In weaker hands, he’s one of those roles which could be could be reduced to a mere plot point: as one of very few adults in this saga of teen gangs, he is required to announce and clumsily referee the sexually charged “Dance at the Gym” sequence where Tony (of the Jets gang) and Maria (whose brother and boyfriend are both Sharks) first fall in love. Laurents had high standards, however (his autobiography Original Story By is full of quarrels related to him defending the integrity of his work), and didn’t consider any of the roles he wrote minor. “He told me he wanted the character always to be funny,” DeRosa says. West Side Story’s choreographer/director Harold Robbins —whose original dances are preserved in this production, and are in fact legally required to be maintained in all revivals of the show—worked so intently on his choreography that he had a tendency to overlook issues with the book. When he had a chance to revisit Glad Hand’s character a half century after he first invented it, “Arthur rewrote it,” DeRosa continues. “To get all those testosterone-fueled adolescents at a party.

“Glad Hand is a fool, essentially, and I love fools. His heart is in the right place. He’s all about “Abstinence! Abstinence!” He’s trying to get the kids not be sexual, and of course it doesn’t work. But he’s trying. This is from a time when there weren’t guidance counselors yet in schools.

“It’s this tiny little moment to get us to the dance at the gym—which, of course, becomes one of the most thrilling things you’ll ever experience on the American stage.”

DeRosa really pushes the glories of seeing West Side Story live. “Most people only know the movie. When you hear the score, it’s just fabulous. One thing that’s true—and certainly has been bitched about by Arthur, and echoed by those from the original production—is that, back then, the triple-threat actor/singer/dancer was very rare. Someone like Chita Rivera, or Rita Moreno, who could do it all, was unusual. Nowadays, with the training programs and the American Idol, performance challenges have risen in the American musical theater and the performers are rising to the occasion. It’s exciting for this show to be done again with people who are all acting and singing and dancing at this level.

“It’s a younger cast. Not jaded. They want to do the job. It’s not their fifth tour, or their fifth West Side Story. It’s so thrilling to see it live. I’ve been doing it for seven months, and I’m not tired of it. I’m very grateful. I have have this brief contact with the audience, and just enjoy the benefits of aging.”

Besides playing Glad Hand, DeRosa’s billed as the understudy for the other adult males in the show—Officer Krupke, Detective Shrank and the pharmacist Doc—but he hasn’t yet had to go on in any of those other roles. “These are great old character men, who would probably go on in an iron lung if they had to. There’s no understudy envy, not an Eve Harrington in the wings.”

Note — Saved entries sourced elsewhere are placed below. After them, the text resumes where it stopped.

def observable_parts(data, hubble, comoving, transverse, growth=None):
    """Predictions of every row from H(z), D_C(z) and D_M(z), before the nuisances.

    Parameters
    ----------
    data : MeasurementSet
    hubble, comoving, transverse : ndarray, shape (P, N)
        H(z) [km/s/Mpc], line-of-sight and transverse comoving distance [Mpc]
        of P parameter sets at the N data redshifts.
    growth : ndarray, shape (P, N) or (N,), optional
        fσ₈(z) of the sets at the data redshifts (dimensionless; only its rows of
        the growth kinds are read); without it those rows are predicted as NaN.

    Returns
    -------
    base : ndarray, shape (P, N)
        Prediction of every row, with 0 for the D/r_d rows and no offset on the
        distance moduli.
    bao : ndarray, shape (P, N)
        The distance [Mpc] of every D/r_d row (D_M, c/H or D_V), 0 elsewhere:
        the prediction is ``bao / r_d``.

    Notes
    -----
    Each row's kind names its quantity (:data:`~model.MEASUREMENT_KINDS`), formed from
    the three distances by :data:`~model.fitting.PREDICTIONS` (Hogg 1999,
    arXiv:astro-ph/9905116, sections 5 to 8; Eisenstein et al. 2005, ApJ 633, 560); the
    growth kinds (:data:`~model.fitting.GROWTH_PREDICTIONS`) are ``growth`` itself.
    """
    hubble, comoving, transverse, growth = np.broadcast_arrays(
        np.atleast_2d(hubble), np.atleast_2d(comoving), np.atleast_2d(transverse),
        np.atleast_2d(np.nan if growth is None else growth))
    base = np.zeros(hubble.shape)
    bao = np.zeros(hubble.shape)
    with np.errstate(divide="ignore", invalid="ignore"):
        for key in data.kinds_present:
            kind = MEASUREMENT_KINDS[key]
            rows = _selector(data.kind == key)
            if kind.quantity in GROWTH_PREDICTIONS:
                predicted = growth[:, rows]
            else:
                predicted = PREDICTIONS[kind.quantity](
                    data.z[rows], data.z_helio[rows], hubble[:, rows], comoving[:, rows],
                    transverse[:, rows])
            (bao if kind.nuisance == "r_d" else base)[:, rows] = predicted
    return base, bao


def _selector(mask):
    """A slice where the selected rows are contiguous (views, no copies), else their indices."""
    index = np.flatnonzero(mask)
    if index.size and index[-1] - index[0] + 1 == index.size:
        return slice(int(index[0]), int(index[-1]) + 1)
    return index


def _whiten(data, x):
    """L^-1 x for every row of x (shape (P, N) or (N,)); NaN propagates.

    Without a covariance file L has at most one off-diagonal entry per row, L[j, i] with
    i < j the first row of j's pair (``data.pair_rows``, ``data.pair_factor``), and row i
    has none: forward substitution then takes one vectorised step on O(N) numbers instead
    of a dense triangular solve.
    """
    if data.covariance_source == "file":
        return linalg.solve_triangular(data.file_cholesky, x.T, lower=True, check_finite=False).T
    diagonal = data.factor_diagonal
    whitened = x / diagonal
    if len(data.pair_rows):
        first, second = data.pair_rows.T
        whitened[..., second] -= whitened[..., first] * (data.pair_factor / diagonal[second])
    return whitened


def _row_dot(a, b):
    """Inner products row by row of arrays of shape (P, N) or (N,) (broadcast to (P,))."""
    if a.ndim == 1 or b.ndim == 1:
        return (b @ a) if a.ndim == 1 else (a @ b)
    return np.einsum("pn,pn->p", a, b)


def profile_nuisances(data, base, bao, r_d, offset):
    """chi^2 of P parameter sets with the free linear nuisances minimised in closed form.

    Parameters
    ----------
    data : MeasurementSet
    base, bao : ndarray, shape (P, N)
        From :func:`observable_parts`.
    r_d : ndarray of shape (P,), or None
        Sound horizon [Mpc] of each set; None leaves 1/r_d free.
    offset : ndarray of shape (P,), or None
        Supernova magnitude offset [mag]; None leaves it free.

    Returns
    -------
    dict
        ``chi2`` (P,), ``whitened`` (P, N) residuals L^-1 (data - prediction)
        with the free nuisances at their best values (chi2 is their squared
        norm), ``prediction`` (P, N), ``r_d`` and ``offset`` (P,) as used or
        fitted (NaN where no row depends on them) and ``n_profiled`` (int).

    Notes
    -----
    Generalised least squares for the prediction p0 + A theta, linear in the
    free nuisances theta: theta = (A^T C^-1 A)^-1 A^T C^-1 (d - p0), evaluated
    on whitened arrays (e.g. Press et al., Numerical Recipes, 3rd ed. 2007,
    section 15.4).
    """
    supernova = np.isin(data.kind, kinds_with("offset"))
    acoustic = np.isin(data.kind, kinds_with("r_d"))
    n_sets = base.shape[0]
    prediction = base.copy()
    columns, names = [], []
    if r_d is None:
        if acoustic.any():
            columns.append(bao)
            names.append("inverse_r_d")
    else:
        r_d = np.broadcast_to(np.asarray(r_d, dtype=float), (n_sets,))
        prediction[:, acoustic] += bao[:, acoustic] / r_d[:, None]
    if offset is None:
        if supernova.any():
            columns.append(supernova.astype(float))  # the same for every set: shape (N,)
            names.append("offset")
    else:
        offset = np.broadcast_to(np.asarray(offset, dtype=float), (n_sets,))
        prediction[:, supernova] += offset[:, None]

    whitened = _whiten(data, data.value - prediction)
    fitted = {}
    if columns:
        design = [_whiten(data, c) for c in columns]
        k = len(design)
        normal = np.empty((n_sets, k, k))
        rhs = np.empty((n_sets, k))
        for i in range(k):
            rhs[:, i] = _row_dot(design[i], whitened)
            for j in range(i + 1):
                normal[:, i, j] = normal[:, j, i] = _row_dot(design[i], design[j])
        with np.errstate(invalid="ignore"):
            finite = np.isfinite(normal).all(axis=(1, 2)) & np.isfinite(rhs).all(axis=1)
        theta = np.full(rhs.shape, np.nan)
        if finite.any():
            theta[finite] = np.linalg.solve(normal[finite], rhs[finite][..., None])[..., 0]
        for i, (name, column) in enumerate(zip(names, columns)):
            whitened -= theta[:, i, None] * design[i]
            prediction += theta[:, i, None] * column
            fitted[name] = theta[:, i]
    nan = np.full(n_sets, np.nan)
    if "inverse_r_d" in fitted:
        with np.errstate(divide="ignore"):
            r_d = 1.0 / fitted["inverse_r_d"]
    elif r_d is None or not acoustic.any():
        r_d = nan
    if "offset" in fitted:
        offset = fitted["offset"]
    elif offset is None or not supernova.any():
        offset = nan
    return {
        "chi2": np.einsum("pn,pn->p", whitened, whitened),
        "whitened": whitened,
        "prediction": prediction,
        "r_d": np.array(r_d, dtype=float),
        "offset": np.array(offset, dtype=float),
        "n_profiled": len(columns),
    }


def information_criteria(chi2, n_parameters, n_points):
    """AIC = chi^2 + 2k (Akaike 1974, IEEE Trans. Autom. Control 19, 716) and
    BIC = chi^2 + k ln N (Schwarz 1978, Ann. Stat. 6, 461), with chi^2 = -2 ln L_max
    up to a model-independent constant."""
    return chi2 + 2.0 * n_parameters, chi2 + n_parameters * math.log(n_points)
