class LRU:
    """A thread-safe in-process store, least recently used out first.

    Bounded to `limit` entries, or to `limit` units of `sizeof(value)` (bytes, say); a value
    larger than `largest` units is not kept. With `ttl`, an entry older than `ttl` seconds is
    gone."""

    def __init__(self, limit: int, *, sizeof: Callable[[Any], int] | None = None, ttl: float | None = None,
                 largest: int | None = None):
        self.limit, self.sizeof, self.ttl = limit, sizeof, ttl
        self.largest = limit if largest is None else largest
        self.size = 0  # entries, or units of sizeof
        self._items: "collections.OrderedDict[Hashable, tuple[Any, int, float]]" = collections.OrderedDict()
        self._lock = threading.Lock()

    def __len__(self) -> int:
        return len(self._items)

    def get(self, key: Hashable, default: Any = None) -> Any:
        with self._lock:
            item = self._items.get(key)
            if item is None:
                return default
            if self.ttl is not None and time.monotonic() - item[2] > self.ttl:
                self._drop(key)
                return default
            self._items.move_to_end(key)
            return item[0]

    def put(self, key: Hashable, value: Any) -> bool:
        """Keep `value` under `key`; False when it is larger than `largest` (not kept)."""
        size = 1 if self.sizeof is None else self.sizeof(value)
        if size > self.largest:
            return False
        born = time.monotonic() if self.ttl is not None else 0.0
        with self._lock:
            if key in self._items:
                self._drop(key)
            self._items[key] = (value, size, born)
            self.size += size
            while self.size > self.limit:
                self._drop(next(iter(self._items)))
        return True

    def pop(self, key: Hashable) -> None:
        with self._lock:
            if key in self._items:
                self._drop(key)

    def clear(self) -> None:
        with self._lock:
            self._items.clear()
            self.size = 0

    def _drop(self, key: Hashable) -> None:
        self.size -= self._items.pop(key)[1]


def in_process(entries: int) -> Callable:
    """Memoize a function of hashable positional arguments in an `LRU` of `entries` results in
    this process only, uncounted (for what cannot or need not be shared, such as a built
    Cosmology). An exception is passed on and not kept. ``fn.cache_clear()`` empties it."""
    def decorate(fn: Callable) -> Callable:
        store = LRU(entries)

        @functools.wraps(fn)
        def wrapper(*args):
            value = store.get(args, _MISSING)
            if value is _MISSING:
                value = fn(*args)
                store.put(args, value)
            return value

        wrapper.cache_clear = store.clear
        return wrapper
    return decorate


def _front(entries: int = FRONT_ENTRIES) -> LRU:
    """This app's front LRU for memoized functions bounded to `entries` results (the large
    model results share one; small whole answers keep more in their own)."""
    fronts = current_app.extensions[_FRONTS]
    front = fronts.get(entries)
    if front is None:
        front = fronts.setdefault(entries, LRU(entries))
    return front


def _freeze(value):
    """Results are shared by every caller in the process: make their arrays read-only."""
    if isinstance(value, np.ndarray):
        value.flags.writeable = False
    elif isinstance(value, dict):
        for v in value.values():
            _freeze(v)
    return value


def _key(fn: Callable, args: tuple) -> str:
    text = f"{fn.__module__}.{fn.__qualname__}{args!r}"
    return f"{fn.__qualname__}:{hashlib.sha1(text.encode()).hexdigest()}"


def memoized(fn: Callable | None = None, *, front_entries: int = FRONT_ENTRIES, shared: bool = True) -> Callable:
    """Memoize `fn` (positional, hashable arguments with a canonical repr) in the front LRU and
    the shared cache. None is a result like any other (stored wrapped in a tuple). Small
    results may ask for a longer front LRU of their own (``@memoized(front_entries=1024)``);
    ``shared=False`` keeps them in the process only (for keys a client can vary at no cost,
    which must not crowd the shared cache); such a function must be a cheap composition of
    other memoized calls, which are the ones held to the request's time budget."""
    if fn is None:
        return functools.partial(memoized, front_entries=front_entries, shared=shared)

    @functools.wraps(fn)
    def wrapper(*args):
        return fetch_many(wrapper, [args])[0]

    wrapper.uncached = fn
    wrapper.front_entries = front_entries
    wrapper.shared = shared
    return wrapper


class Uncacheable(Exception):
    """Raised by a memoized function for arguments whose result is not worth storing (a
    refused link, say): `fetch_many` passes it on and neither caches nor counts it."""


class BudgetExceeded(Exception):
    """The request has used its computation time (``REQUEST_BUDGET_SECONDS``): what it has
    computed so far stays cached, the rest is refused (`server.limits` answers 422)."""

    def __init__(self, budget: float):
        super().__init__(f"this request needs more than its {budget:g} s computation budget")
        self.budget = budget


_COUNTS = CACHE_COUNTS = "fdesk.cache"  # request environ key: {"local": n, "shared": n, "computed": n}
_DEADLINE = "fdesk.deadline"  # request environ key: (monotonic deadline, budget in s)


def _count(kind: str, n: int) -> None:
    if n and has_request_context():
        counts = request.environ.setdefault(_COUNTS, {"local": 0, "shared": 0, "computed": 0})
        counts[kind] += n


def _looked_up() -> int:
    if not has_request_context():
        return 0
    return sum(request.environ.get(_COUNTS, {}).values())


def request_cache_status(environ: dict) -> str:
    """``hit`` (everything from a cache; ``hit-shared`` when some came from the shared backend,
    i.e. another worker or host computed it), ``miss`` (something was computed) or ``-`` (no
    model looked up)."""
    counts = environ.get(_COUNTS)
    if not counts or not any(counts.values()):
        return "-"
    if counts["computed"]:
        return "miss"
    return "hit-shared" if counts["shared"] else "hit"


def request_deadline() -> float | None:
    """The current request's computation deadline (``time.monotonic()``), or None outside one."""
    if has_request_context():
        deadline = request.environ.get(_DEADLINE)
        return None if deadline is None else deadline[0]
    return None


def _check_budget() -> None:
    if has_request_context():
        deadline = request.environ.get(_DEADLINE)
        if deadline is not None and time.monotonic() > deadline[0]:
            raise BudgetExceeded(deadline[1])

The current cast of West Side Story tour will be with the show at least through September. The tour itself is booked well into 2012.

“Shakespeare and Sondheim,” Stephen DeRosa confesses giddily, “are probably the reasons I went into theater—to be an idiot, and not got to Georgetown for law. Sondheim is too hard on himself about it, but I think West Side Story is a milestone for the four of them—Laurents, Sondheim, Robbins and Bernstein. Four of the greatest American theater artists, challenging each other to do their best work.”